Summary: Jesus’ call for us to be perfect is complemented by the Lord’s Prayer’s petition for forgiveness. "Trespasses" and "debts" are different nuances, and both need to be forgiven.

He marched up to me, stopped me in my tracks, fixed my eyes with his eagle look. And then slowly he raised both arms and clapped both hands on my shoulders, cleared his throat slightly, and intoned, "I forgive you.”

And then, as quickly as he had encountered me, he walked away. Just dropped his arms and walked away.

And when I got my wits together at all, all I could say was, "Forgive me for what?" "What did I do and for what am I being forgiven?" But there was no answer -- he just walked away with a sort of knowing smile on his face, leaving me to figure out how to accept my acceptance, how to face my forgiveness when I didn’t even know I had sinned!

It was a very strange feeling! I felt a kind of numb guilt. Obviously I had done something to offend my friend, but I did not have the slightest idea what it was. So I got to feeling guilty over things I didn’t know you could feel guilty for. A numb guilt.

But then I also felt, after a while, a pounding, pulsing power. I felt, after a while, a thrill. Because, though I suspected that it was all a joke, sane sort of put-on, still it felt wonderful -- just to be forgiven. Just to be forgiven, that’s all. No conditions, no contract to fulfill, no specifics -- just forgiveness. Blanket forgiveness. As if anything and everything I might have done or said was already forgiven. You know, if that could be true, that would make all the difference.

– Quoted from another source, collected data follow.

def _data_sections(data: dict) -> list[str]:
    sizes, sha = data["sizes"], data["indices_sha1"]
    c, h, w = data["in_shape"]
    return [
        "### Training data",
        "",
        f"- Source `{data['source']}`: {sizes['train']} training images ({c}×{h}×{w}, "
        f"{data['n_classes']} classes), a fixed-seed, class-balanced subset; normalisation "
        "statistics from the training images only.",
        f"- Split index digest: train `{sha['train']}` (SHA-1 prefix; the full index lists are "
        "in `data.json`).",
        "",
        "### Evaluation data",
        "",
        f"- Validation: {sizes['val']} images from the training pool, class-balanced "
        f"(`{sha['val']}`); the only data model selection looks at.",
        f"- Test: {sizes['test']} images, {data['test_pool']} (`{sha['test']}`); reported, "
        "never used to choose.",
        "",
    ]


def _recommendation(a: Analysis, ctx: CardContext) -> list[str]:
    sel = a.selection
    if sel is None:
        return ["No trial has finished yet, so no plan is recommended.", ""]
    rec = a.variants[a.variants["recommended"]].iloc[0]
    latency = f", {rec['latency_ms']:.3g} ms" if math.isfinite(rec["latency_ms"]) else ""
    out = [
        "#### Recommended plan",
        "",
        f"**{sel.recommended}** (`{rec['plan']}`): {human(rec['macs'])} MACs, "
        f"{human(rec['params'])} params, receptive field {rec['rf']} px{latency}. "
        f"Validation accuracy {pct(rec['val_acc_mean'])} {ci_prose(rec)} over "
        f"{n_seeds(rec['n_seeds'])}.",
        "",
        "Why: by the one-standard-error rule (Breiman et al. 1984; Hastie, Tibshirani & "
        f"Friedman, *The Elements of Statistical Learning*, §7.10), {sel.reason}. The rule "
        f"keeps every variant whose mean is at least {pct(sel.threshold)} ("
        + (
            f"the best mean minus {sel.within_se:g} × its standard error"
            if math.isfinite(sel.best_se)
            else "the best mean itself, for want of a standard error"
        )
        + f") and takes the cheapest by {ctx.cost_label}: {', '.join(sel.candidates)} "
        "qualified.",
        "",
    ]
    tc = a.test_comparison
    test_line = (
        f"Held-out test accuracy of {sel.recommended}, reported separately: "
        f"{pct(rec['test_acc_mean'])} {ci_prose(rec, 'test_acc')}"
    )
    if tc is not None and not tc.too_few:
        test_line += (
            f"; paired against the baseline on test: {pp(tc.mean_diff)} "
            f"{paired_ci(tc)}, p = {tc.p_value:.3g}"
        )
    out += [test_line + ".", ""]
    return out


def _front_table(a: Analysis) -> list[str]:
    v = a.variants.sort_values(["macs", "variant"])
    sel = a.selection
    tol = f"±{sel.within_se if sel is not None else 1.0:g} SE"
    fronts = [("MACs", "front_macs"), ("params", "front_params")]
    if v["front_latency"].notna().all():
        fronts.append(("latency", "front_latency"))
    lines = [
        "#### Variants and Pareto fronts",
        "",
        "Sorted by MACs. *front* names the costs on whose Pareto front (validation accuracy up, "
        "cost down) the variant lies; *all* means the front over every cost at once.",
        "",
        f"| variant | kernel plan | val acc, mean [95% CI] | {tol} | MACs | params | rf "
        "| seeds | front |",
        "|---|---|---|---:|---:|---:|---:|---:|---|",
    ]
    for row in v.itertuples():
        on = [label for label, col in fronts if flag(getattr(row, col))]
        if row.front_all:
            on.append("all")
        marks = []
        if row.recommended:
            marks.append("**recommended**")
        if row.variant == a.baseline:
            marks.append("baseline")
        name = row.variant + (f" ({', '.join(marks)})" if marks else "")
        if row.n_seeds:
            acc = f"{pct(row.val_acc_mean)} {ci(row.val_acc_ci_low, row.val_acc_ci_high)}"
        else:
            acc = "not trained yet"
        within = "yes" if sel is not None and row.variant in sel.candidates else "-"
        seeds = f"{row.n_seeds}/{row.n_planned}"
        lines.append(
            f"| {name} | `{row.plan}` | {acc} | {within} | {human(row.macs)} | "
            f"{human(row.params)} | {row.rf} | {seeds} | {', '.join(on) or '-'} |"
        )
    lines += [
        "",
        f"*{tol}*: within the selection rule's tolerance of the best mean. Intervals are shown "
        "clipped to [0%, 100%]; `variants.csv` keeps the raw t-limits.",
        "",
    ]
    return lines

Without question one of the most difficult of the teachings of Jesus is His word, "Be perfect … as your heavenly Father is perfect." or, as some would prefer to read it, "Be whole, be complete … as your heavenly Father is whole and complete." Whatever word you insert there, the result is the same. It seems impossible. It seems too demanding. It seems even unreasonable that Jesus would say such a thing. "Be perfect …".

I am not going to engage today in a discussion of the meanings that He may have intended. That is an important thing to do, but that is not my goal today. There is a great deal in this word "perfect", and it deserves sane careful study, but that is not what I am after today.. What I am going to do is to lay it alongside the Lord’s Prayer and ask you to feel with me what you do in your own life with the demand for perfection.. I am going to ask you to recognize that we do feel this demand for perfection, but that we react to it in different ways. And I am going to ask you to see that no matter how you react to this thing of being perfect, Jesus the Christ offers us a wonderful gift when He teaches us to pray for forgiveness.

"Be perfect … as your heavenly Father is perfect." And since we’re not perfect, we are to pray, "Forgive us …". The bumper sticker I see occasionally has it right: "I’m not perfect, just forgiven." I think that’s on target, even though sometimes the folks who have it on their cars seem to use it as an excuse for cutting in line ahead of me. I think it’s on target: "Not perfect, just forgiven."

Now I believe we all know that the petition for forgiveness in the Lord’s Prayer is said two different ways. Sometimes we say it like Matthew says it, "Forgive us our debts."

And sometimes we say it like Luke says it, "Forgive us our trespasses" •

Trespasses and debts. Debts and trespasses. Two different words. Luke has used the Greek word, and Matthew an Aramaic one, and we get two slightly different readings of the Lord’s Prayer. Different churches recite it in different ways.

When I was involved in a lot of supply preaching and working as an interim pastor, if the church where I was serving on any given Sunday had it in the bulletin for me to lead the Lord’s Prayer, I would always have to ask, "Are you a debtor church or a trespassing church?"

By the way, the best answer I ever got came from a deacon who thought a minute and then said, "Well, the church is a debtor church because the people have trespassed against the offerings"

But what I want you to see today is that these two words, these two things for which we need to be forgiven, are of course two sides of the same coin. But they are two different ways of responding to the Lord’s demand that we be perfect.

Let me say that for you again. The Lord calls us to be perfect. And some of us respond to that like trespassers and some of us respond like debtors. These are two different ways of responding to the call to be perfect; they are two sides of the same coin. But whether you are a trespasser person or a debtor person, the Lord Christ calls you, in the midst of recognizing that you are not perfect, to know the joy of being forgiven. Not perfect, just forgiven.